A Study of PM1021 (Anti-TIGIT) With or Without PM8001 (Anti-PD-L1/TGF-β) in Patients With Advanced Solid Tumours

Biotheus

Status and phase

Not yet enrolling

Phase 1

Conditions

Advanced Solid Tumours

Treatments

Drug: PM1021, PM8001

Study type

Interventional

Funder types

Industry

Identifiers

NCT05537051

PM10218001-A001C-ST-R

Details and patient eligibility

About

The purpose of this research is to assess the safety, tolerability and effectiveness of PM1021 Monotherapy and PM1021 in Combination with PM8001 in Patients with Advanced Solid Tumours. In this study, up to 30 patients will be enrolled in Australia only.

Advanced solid cancers are associated with poor prognosis and pose a significant challenge for treatment strategies.

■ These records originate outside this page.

class Paths(Demo):
    def load(self, name):
        return json.loads((self.result_folder / name).read_text(encoding="utf-8"))

    def corner_longitudes_and_latitudes(self):
        dem = gdal.Open(str(self.folder / "town/dem.tif"))
        left, width, _, top, _, height = dem.GetGeoTransform()
        change = osr.CoordinateTransformation(dem.GetSpatialRef(), system_of(4326))
        dem.GetSpatialRef().SetAxisMappingStrategy(osr.OAMS_TRADITIONAL_GIS_ORDER)
        right, bottom = left + width * dem.RasterXSize, top + height * dem.RasterYSize
        return np.array([change.TransformPoint(x, y)[:2] for x in (left, right) for y in (top, bottom)])

    def test_they_follow_rfc_7946(self):
        corners = self.corner_longitudes_and_latitudes()
        low, high = corners.min(axis=0), corners.max(axis=0)
        for name in ("governing_paths.geojson", "longest_paths.geojson"):
            paths = self.load(name)
            self.assertEqual(paths["type"], "FeatureCollection")
            self.assertNotIn("crs", paths)
            places = np.array([place for f in paths["features"] for place in f["geometry"]["coordinates"]])
            self.assertEqual(paths["bbox"], [*places.min(axis=0), *places.max(axis=0)])
            self.assertTrue((places >= low).all() and (places <= high).all(), name)
            for feature in paths["features"]:
                self.assertEqual((feature["type"], feature["geometry"]["type"]), ("Feature", "LineString"))
                self.assertGreaterEqual(len(feature["geometry"]["coordinates"]), 2)

    def test_general_purpose_readers_read_them(self):
        file = gdal.OpenEx(str(self.result_folder / "governing_paths.geojson"), gdal.OF_VECTOR)
        layer = file.GetLayer()
        self.assertEqual(layer.GetFeatureCount(), len(self.load("governing_paths.geojson")["features"]))
        self.assertEqual(layer.GetSpatialRef().GetAuthorityCode(None), "4326")

    def test_segments_follow_one_another_downstream_and_share_their_ends(self):
        features = self.load("governing_paths.geojson")["features"]
        for before, after in zip(features, features[1:]):
            if before["properties"]["point"] != after["properties"]["point"]:
                self.assertEqual(after["properties"]["segment"], 1)
                continue
            self.assertEqual(after["properties"]["segment"], before["properties"]["segment"] + 1)
            self.assertEqual(before["geometry"]["coordinates"][-1], after["geometry"]["coordinates"][0])
            self.assertGreater(after["properties"]["running_time_min"], before["properties"]["running_time_min"])

    def test_each_path_ends_at_its_point(self):
        dem = gdal.Open(str(self.folder / "town/dem.tif"))
        source = dem.GetSpatialRef()
        source.SetAxisMappingStrategy(osr.OAMS_TRADITIONAL_GIS_ORDER)
        change = osr.CoordinateTransformation(source, system_of(4326))
        for name in ("governing_paths.geojson", "longest_paths.geojson"):
            end_of = {f["properties"]["point"]: f["geometry"]["coordinates"][-1] for f in self.load(name)["features"]}
            for outlet in self.result("town/result")["outlets"]:
                expected = change.TransformPoint(*outlet["place"])[:2]
                np.testing.assert_allclose(end_of[outlet["name"]], expected, rtol=0, atol=1e-7)

    def test_no_vertex_stands_on_a_straight_line(self):
        for feature in self.load("longest_paths.geojson")["features"]:
            places = np.array(feature["geometry"]["coordinates"])
            steps = np.diff(places, axis=0) * [np.cos(np.radians(56.1)), 1.0]
            steps /= np.linalg.norm(steps, axis=1)[:, None]
            turns = np.abs(steps[:-1, 0] * steps[1:, 1] - steps[:-1, 1] * steps[1:, 0])
            self.assertGreater(turns.min(), 0.3)  # directions of a grid turn by 45 degrees at least
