constexpr std::array keys{
    StudyKey{"title", R"("Lower town, as it stands")", "none", "heads the report"},
    StudyKey{"date", "2026-05-01", "none", "day that the study is of, on the report's first screen; no clock is read"},
    StudyKey{"report_units", R"("us")", "us",
             "us or si: the units of what is reported; the computation is in SI either way"},
    StudyKey{"terrain.elevation", R"("dem.tif")", "asked for", "elevation raster"},
    StudyKey{"terrain.band", "1", "the only one", "its band; asked for where the file has several"},
    StudyKey{"terrain.elevation_unit", R"("m")", "what the file says",
             "m, ft or us survey ft, where the file does not say"},
    StudyKey{"terrain.channels", R"("brook.gpkg")", "none",
             "lines that the flow follows, drawn downstream; channel flow along them"},
    StudyKey{"terrain.channels_layer", R"("brooks")", "the only one", "layer of that file; asked for where it has several"},
    StudyKey{"terrain.crossings", R"("culverts.geojson")", "none",
             "lines that carry flow through an embankment, from the higher to the lower end"},
    StudyKey{"terrain.crossings_layer", R"("culverts")", "the only one", "layer of that file; asked for where it has several"},
    StudyKey{"terrain.barriers", R"("walls.geojson")", "none", "lines that flow does not cross"},
    StudyKey{"terrain.barriers_layer", R"("walls")", "the only one", "layer of that file; asked for where it has several"},
    StudyKey{"terrain.keep_water", R"("ponds.geojson")", "none", "points and polygons where water stays"},
    StudyKey{"terrain.keep_water_layer", R"("ponds")", "the only one", "layer of that file; asked for where it has several"},
    StudyKey{"terrain.departure", R"("20 m")", "the larger of 20 m and 5 cells",
             "the ground's own path beside a mapped line is told where it departs farther than this"},
    StudyKey{"terrain.slope_window", R"("20 m")", "the larger of 20 m and 3 cells",
             "length of path over which slope is taken"},
    StudyKey{"terrain.vertical_step", R"("0.2 m")", "the largest of 0.2 m, the data's quantum and a tenth of the cell",
             "the least fall the elevations can be trusted with"},
    StudyKey{"terrain.pond_depth", R"("0.3 m")", "the larger of 0.3 m and vertical_step",
             "deeper below its spill elevation a cell is ponded"},
    StudyKey{"terrain.pond_speed", R"("2 m/s")", "2 m/s", "greatest speed across ponded cells, or \"unlimited\""},
    StudyKey{"surface.cover", R"("cover.tif")", "asked for", "land-cover raster"},
    StudyKey{"surface.band", "1", "the only one", "its band; asked for where the file has several"},
    StudyKey{"surface.book", R"("nlcd")", "asked for", "what its codes mean: nlcd, worldcover, or a CSV file"},
    StudyKey{"surface.fallback_class", "71", "none: unknown codes are an error",
             "code that stands in for codes the book does not know and for cells without cover"},
    StudyKey{"surface.cover_areas", R"("plan.gpkg")", "none", "polygons of land cover, laid over the raster"},
    StudyKey{"surface.cover_areas_layer", R"("plan")", "the only one", "layer of that file; asked for where it has several"},
    StudyKey{"surface.cover_field", R"("cover")", "cover", "field of the polygons that names their class, by its code or its name in the book"},
    StudyKey{"surface.soil_group", R"("B")", "none: no curve numbers",
             "hydrologic soil group, A to D, of the whole study, or a raster of them, such as \"soils.tif\""},
    StudyKey{"surface.soil_band", "1", "the only one", "band of that raster; asked for where the file has several"},
    StudyKey{"surface.soil_classes", R"({ 1 = "A", 2 = "B", 3 = "C", 4 = "D" })", "1 to 4 are A to D",
             "what the values of that raster mean"},
    StudyKey{"surface.fallback_soil_group", R"("D")", "none: cells without a group have no curve number",
             "soil group where that raster gives none"},
    StudyKey{"surface.path_length", R"("grid")", "grid",
             "grid: the length of a path is that of its steps; unbiased: 0.96194 of it, the weight of least error over all directions"},
    StudyKey{"points.file", R"("points.gpkg")", "none: points where flow leaves the data", "design points"},
    StudyKey{"points.name", R"("label")", "none: points are numbered", "field that names them"},
    StudyKey{"points.layer", R"("inlets")", "the only one", "layer of the file; asked for where it has several"},
    StudyKey{"points.catchments", R"("basins.gpkg")", "none",
             "hand-drawn catchments as polygons, in place of a file of points: each gets its point where its water leaves it"},
    StudyKey{"points.catchments_layer", R"("basins")", "the only one", "layer of that file; asked for where it has several"},
    StudyKey{"points.auto_area", R"("1 %")", "1 % of the data",
             "without a file: least area of a way out that becomes a point"},
    StudyKey{"points.move_within", R"("5 m")", "the larger of 5 m and one cell",
             "points move this far at most, to the cell of largest contributing area, or of the area nearest to the surveyed one"},
    StudyKey{"points.area", R"("surveyed")", "none", "field of areas that were surveyed for the points, such as \"4 ha\""},
    StudyKey{"points.area_unit", R"("ha")", "the unit that each area carries", "ha, ac, km2, mi2, m2 or ft2, where the field holds bare numbers"},
    StudyKey{"points.pipes", R"("pipes.csv")", "none", "table of pipes from one point to another, in place of the flow path"},
    StudyKey{"rain.two_year_24_hour", R"("3.6 in")", "asked for, unless rain.file holds it or sheet is kinematic",
             "2-year 24-hour rainfall depth"},
    StudyKey{"rain.file", R"("atlas14.csv")", "none",
             "intensity by duration and return period: a NOAA Atlas 14 point file or a plain table"},
    StudyKey{"rain.block", R"("estimate")", "estimate",
             "which block of an Atlas 14 file is read: estimate, upper bound or lower bound"},
    StudyKey{"rain.zones", R"("zones.gpkg")", "none: one rain everywhere",
             "polygons that name a rain file each; a point has the rain of the greatest share of its catchment"},
    StudyKey{"rain.zones_layer", R"("zones")", "the only one", "layer of the file; asked for where it has several"},
    StudyKey{"rain.zone_field", R"("rain")", "rain", "field of the polygons that names their rain file"},
    StudyKey{"rain.formula", R"("i[in/h] = 45 T^0.2 / (t[min] + 10)^0.8")", "none",
             "the same as a formula with T, or one formula a return period under [rain.formula]"},
    StudyKey{"rain.formula_from", R"("5 min")", "0 min", "shortest duration for which the formulas hold"},
    StudyKey{"rain.formula_to", R"("24 h")", "none", "longest duration for which the formulas hold"},
    StudyKey{"rain.return_periods", "[2, 10, 100]", "10, or raster_return_period",
             "return periods in years for which intensities are read"},
    StudyKey{"timing.sheet", R"("nrcs")", "nrcs",
             "formula of sheet flow: nrcs, or kinematic, which needs rain by duration"},
    StudyKey{"timing.sheet_constant", "0.933", "0.933",
             "constant of the kinematic formula: 0.933 (HEC-22) or 0.94 (Morgali and Linsley)"},
    StudyKey{"timing.sheet_rain", R"("rainfall")", "rainfall",
             "rainfall or runoff: whether kinematic sheet flow takes i, or C i with C of the cover book"},
    StudyKey{"timing.storm", R"("whole path")", "whole path",
             "whole path or sheet part: whose time is the duration of the storm that drives kinematic sheet flow"},
    StudyKey{"timing.raster_return_period", "10", "10 where it is listed, else the first that is",
             "return period in years of the storm that the rasters, paths and segments are for"},
    StudyKey{"timing.sheet_limit", R"("100 ft")", "100 ft", "distance from the divide at which sheet flow ends"},
    StudyKey{"timing.sheet_limit_rule", R"("whichever first")", "whichever first",
             "whichever first: sheet_limit or 100 ft sqrt(S)/n; stated: sheet_limit alone"},
    StudyKey{"timing.shallow", R"("by cover")", "by cover",
             "by cover or paved and unpaved: types of shallow concentrated flow; chart: velocity_chart"},
    StudyKey{"timing.velocity_chart", R"("chart.csv")", "none",
             "velocity of shallow flow by slope and surface, as points read from a chart"},
    StudyKey{"timing.slope_floor.overland", "0.001", "0.001", "least slope of sheet and shallow flow; 0 is off"},
    StudyKey{"timing.slope_floor.channel", "0.0001", "0.0001", "least slope of channels; 0 is off"},
    StudyKey{"timing.channel_from", R"("5 ha")", "5 ha, never under 20 cells",
             "contributing area where a channel begins, or \"mapped only\""},
    StudyKey{"timing.channel.n", "0.045", "0.045", "Manning's n of channels"},
    StudyKey{"timing.channel.region", R"("Interior Plains")", "United States",
             "published set of width and depth by contributing area"},
    StudyKey{"timing.channel.hydraulic_radius", R"("0.4 m")", "from width and depth",
             "one hydraulic radius for all channels"},
    StudyKey{"timing.channel.width", R"("2.70 m * km2^0.352")", "2.70 m * km2^0.352", "top width by contributing area"},
    StudyKey{"timing.channel.depth", R"("0.30 m * km2^0.213")", "0.30 m * km2^0.213",
             "mean depth by contributing area"},
    StudyKey{"timing.channel.flow", R"("bankfull")", "bankfull",
             "bankfull: velocity by the size of the channel; design storm: by the depth of the flow C i A in it, for each return period"},
    StudyKey{"timing.channel.side_slope", "0", "0",
             "run over rise of the sides of channels under the design storm; their bottom width is width"},
    StudyKey{"timing.ignore_tail", R"("0 %")", "0 %", "share of a point's area, the slowest, that is left out"},
    StudyKey{"timing.shortest_segment", R"("50 m")", "the larger of 50 m and 5 cells",
             "a shorter run of one slope joins its neighbour"},
    StudyKey{"timing.overrides", R"("overrides.csv")", "none",
             "table of what is stated of points in place of what is computed: time, way_time, sheet_length, n, c"},
    StudyKey{"timing.pipe_flow", R"("full bore")", "full bore",
             "full bore or design flow: the velocity in pipes is that of pipes just full, or at the depth of the point's whole-area peak of timing.raster_return_period, for all return periods alike"},
    StudyKey{"peaks.least_time", R"("5 min")", "5 min", "no intensity is read below this duration; 0 min is off"},
    StudyKey{"peaks.coefficient", R"("book")", "book",
             "book, imperviousness (after Urbonas) or imperviousness, schueler: where runoff coefficients come from"},
    StudyKey{"peaks.conversion", R"("exact")", "exact",
             "exact, or rounded: one acre under one inch an hour gives 1.00833 or 1 ft3/s"},
    StudyKey{"peaks.frequency_factors", R"("wright-mclaughlin")", "wright-mclaughlin",
             "wright-mclaughlin, australian 1987 or none: factors on coefficients that do not depend on the return period"},
    StudyKey{"peaks.area_limit", R"("200 ac")", "200 ac", "larger catchments get a notice"},
    StudyKey{"peaks.time_bin", R"("5 s")", "5 s", "width of the bins in which arrivals are kept"},
    StudyKey{"methods.kerby_n", "0.4", "the cover book's",
             "Kerby's retardance: a number, a surface of its table, or \"field NAME\" of the points' file"},
    StudyKey{"methods.izzard_c", "0.012", "the cover book's", "Izzard's retardance, in the same ways"},
    StudyKey{"methods.impervious", "0.35", "the cover book's",
             "impervious share for the Los Angeles County regression: a number, or \"field NAME\""},
    StudyKey{"methods.undeveloped_coefficient", "0.3", "none",
             "undeveloped runoff coefficient of the soil for the same: a number, or \"field NAME\""},
    StudyKey{"methods.county_k", R"("commercial")", "the cover book's",
             "K of the initial subarea of Californian counties: a number, a type of development, or \"field NAME\""},
    StudyKey{"methods.kirpich_factor", R"("paved overland")", "1",
             "multiplies Kirpich's time: a number, paved overland, concrete channel, or \"field NAME\""},
    StudyKey{"uncertainty.draws", "500", "500 under [uncertainty]; none without it",
             "times are drawn so many times over with all inputs within their ranges; the section alone asks for it"},
    StudyKey{"uncertainty.seed", "1", "1", "another number makes other draws"},
    StudyKey{"uncertainty.rain", R"("0.85 to 1.15")", "0.85 to 1.15", "range of the rain, as a factor"},
    StudyKey{"uncertainty.sheet_limit", R"("80 ft to 150 ft")", "0.8 to 1.5 times the sheet limit",
             "range of the distance from the divide at which sheet flow ends"},
    StudyKey{"uncertainty.shallow_speed", R"("0.75 to 1.33")", "0.75 to 1.33",
             "range of the speed of shallow concentrated flow, as a factor"},
    StudyKey{"uncertainty.slope_floor_overland", R"("0.0005 to 0.002")", "half to double the floor",
             "range of the slope floor overland"},
    StudyKey{"uncertainty.slope_floor_channel", R"("0.00005 to 0.0002")", "half to double the floor",
             "range of the slope floor in channels"},
    StudyKey{"uncertainty.channel_n", R"("0.03 to 0.07")", "0.67 to 1.5 times the n of channels",
             "range of Manning's n of channels"},
    StudyKey{"uncertainty.channel_radius", R"("0.7 to 1.4")", "0.7 to 1.4",
             "range of the hydraulic radius of channels, as a factor"},
    StudyKey{"uncertainty.pond_speed", R"("1 m/s to unlimited")", "1 m/s to unlimited",
             "range of the greatest speed across ponded cells"},
    StudyKey{"output.catchments", R"("all")", "all; last points where there are more than 500 points",
             "all or last points: whose whole catchment study.gpkg has; subareas it has of all"},
    StudyKey{"output.folder", R"("result")", "result", "result folder"},
    StudyKey{"output.isochrones", R"("5 min")", "none", "step between isochrones, of every subarea and every last point's catchment; or \"12 bands\": a round step that gives at most so many; \"none\" for none"},
    StudyKey{"output.isochrone_catchments", R"(["Mill bridge"])", "none", "points whose whole catchment has isochrones too"},
    StudyKey{"output.isochrone_borders", R"("cells")", "cells", "cells, or smoothed: corners of cells are cut off, by less than half a cell"},
    StudyKey{"output.rasters", R"("geotiff")", "geotiff", "geotiff, or cog: Cloud-Optimized GeoTIFF, whose parts can be read over the network"},
    StudyKey{"output.subareas", R"("least slacks")", "least slacks",
             "least slacks or all: which subareas of each point tables/subareas.csv lists"},
};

Effective treatments for advanced metastatic malignancies that have failed available standard of care treatment represent a major unmet medical need.

Biotheus Inc. is developing PM1021, a monoclonal anti-T cell immunoglobulin and immunoreceptor tyrosine-based inhibitory motif domains (TIGIT) antibody (IgG1) and PM8001 (a PD-L1/TGF-beta bispecific Fc fusion protein) as treatment for advanced solid tumours.

Full description

This is a single-arm, open-label, Phase I study including a first-in-human study for PM1021, and the combination therapy of PM1021 with PM8001. The study will be following the accelerated titration design and the classic 3+3 design, and dose escalation will be investigated for PM1021 monotherapy (Part A) and in combination with PM8001 (Part B), respectively. In the absence of DLTs in Parts A and B, patients will continue to receive combination therapy (Part C) until disease progression, intolerable toxicity, until the patient withdraws/is withdrawn, or study completion.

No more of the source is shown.